I have a Studio 360 (standard) and have very old eyes so I'm thinking I sure could use this tool!!! 

Presently I'm practicing 1x2 rib (hand manipulating) with the same old eyes!!! I can tell there is a ribber in my very near future!!! LOL


----------



## Entity (Sep 13, 2011)

Here's a video from Diana Sullivan about this tool:


----------



## Auntiesue (Dec 24, 2012)

Oh my, I have this tool!! Just don't have the punch cards. Well that saves me a few bucks!!! I need to get more organized!!! LOL


----------



## Reba1 (Feb 5, 2012)

Have it. Don't use it.
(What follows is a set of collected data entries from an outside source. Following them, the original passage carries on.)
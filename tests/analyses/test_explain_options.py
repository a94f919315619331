"""Options of the commands explain and reverse over the study's own section, and sections that contradict themselves."""

from __future__ import annotations

import pytest
from pydantic import ValidationError

from stresskit.cli_analyses import GONE, spec_with
from stresskit.cli_explain import _pairs
from stresskit.core.errors import UsageError
from stresskit.spec.analyses import Analyses


def analyses(text: str) -> Analyses:
    return Analyses.model_validate_json(text)


def test_a_percent_of_the_study_survives_an_option_of_the_command() -> None:
    own = analyses(
        '{"reverse": {"loss_rise": "7%", "afterwards": {"house_price_index": {"grow_by": "0.7%"}}}}'
    )
    spec = spec_with(own, "reverse", {"within": 2.0})
    assert spec.loss_rise == 0.07
    assert spec.within == 2.0
    assert spec.afterwards["house_price_index"].grow_by == pytest.approx(0.007, rel=1e-15)


def test_a_threshold_of_the_command_takes_the_place_of_the_studys() -> None:
    own = analyses('{"reverse": {"loss_rise": "50%", "periods": 8}}')
    spec = spec_with(own, "reverse", {"el": 5000.0, "loss_rise": GONE})
    assert (spec.el, spec.loss_rise, spec.periods) == (5000.0, None, 8)
    with pytest.raises(UsageError, match="give one threshold, not loss_rise and el"):
        spec_with(own, "reverse", {"el": 5000.0})


def test_pairs_of_the_command_line() -> None:
    assert _pairs(["product = floating", "region=north=west"], "--segment") == {
        "product": "floating",
        "region": "north=west",
    }
    assert _pairs(None, "--segment") is None
    with pytest.raises(
        UsageError, match=r"^--segment 'floating': expected name=value, such as product=floating$"
    ):
        _pairs(["floating"], "--segment")


@pytest.mark.parametrize(
    ("text", "message"),
    [
        ('{"reverse": {"loss_rise": "-5%"}}', "a rise is above 0%"),
        ('{"reverse": {"pd_12m": "100%"}}', "a PD lies between 0% and 100%"),
        (
            '{"reverse": {"capital": {"amount": 5.0}, "segment": {"a": "b"}}}',
            "capital use is that of the whole book",
        ),
        ('{"reverse": {"surface": ["a", "a"]}}', "a surface needs two different variables"),
        ('{"reverse": {"loss_rise": 0.5}}', "write a relative change with a percent sign"),
        ('{"attribution": {"groups": {"g": []}}}', "group 'g' has no variable"),
        ('{"attribution": {"groups": {"g": ["a"], "h": ["b", "a"]}}}', "'a' is in group 'g' already"),
    ],
)
def test_sections_that_contradict_themselves_are_refused(text: str, message: str) -> None:
    with pytest.raises(ValidationError, match=message):
        analyses(text)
I should watch the video!


----------



## Auntiesue (Dec 24, 2012)

Reba1 said:


> Have it. Don't use it. I should watch the video!


Once I get a ribber I can see how this could save a ton of time.


----------



## pdljmpr (Dec 16, 2011)

I use mine always when transferring stitches from the ribber. I haven't mastered the other way around, from MB to the ribber tho. Is quite a time saver when there is a ribber full of stitches to transfer to the MB.


----------



## leanne17 (Aug 21, 2013)

Hi Sue, I watched Bill King use one of them at a seminar. It was fantastic, and very fast for transferring the stitches. I have looked for one ever since, but they only seem to come up for sale in the US, and the postage is far too expensive. 
Lesley
Cornwall UK


----------



## randiejg (Oct 29, 2011)

It's one of those tools everyone had to have after seeing a demo at a seminar or club meeting. Then they seem to be put away in a drawer and rately used. I never had one, but just about everyone else in the club we used to have bought one. I think it was also referred to as "the jaws tool." Most used it for transferring stitches from one bed to another, rather than for shadow lace.


----------



## charmknits (Jan 26, 2014)

I have one I inherited from an old friend and have never used it. I think I will have to give it a try on my 360 after watching Diane's video!


----------



## 30Knitter (Apr 9, 2012)

I have two, one I took out every other needle. I use it more than the every needle one, but both come in handy. In fact, I use them more than the transfer carriage. It was made for any 4.5 mm machine with ribber. it's very easy to use.


----------



## ValT (Aug 15, 2012)

Just bought one from eBay(UK) after seeing the original post a few days ago and watching Diana Sullivan's video - than you for posting.
It was £20. 
I agree, they don't come up very often.
I believe that it is also referred to as "jaws".
Val


----------



## ladyhoffer (Oct 5, 2012)

I want one but they are to expensive for me on ebay so have not been able to get one.


----------



## maxisewdataezi (Feb 15, 2015)

This unit came on the market around the time The Singer SK321 main and SRP ribber were current models. It works well but is a bit fiddly and takes a bit of practice. Try it out.


----------



## 30Knitter (Apr 9, 2012)

Side 1 is the side you start with and transfer stitches to side 2, then needles on bed you are transferring to. If done correctly works pretty fast. Just make sure you pull needles out a little when transferring to new bed.


----------



## KarlaHW (Jan 6, 2012)

I have an extra shadow lace transfer tool, that I wanted to list on e-bay. PM me if interested.


----------



## iamkrista (Apr 2, 2015)

Oh Boy! I'd love to order one of these, but they cost so MUCH! If anyone wants to sell, let me know! I bought that darned TRANSFER CARRIAGE, and I want to throw it out the window.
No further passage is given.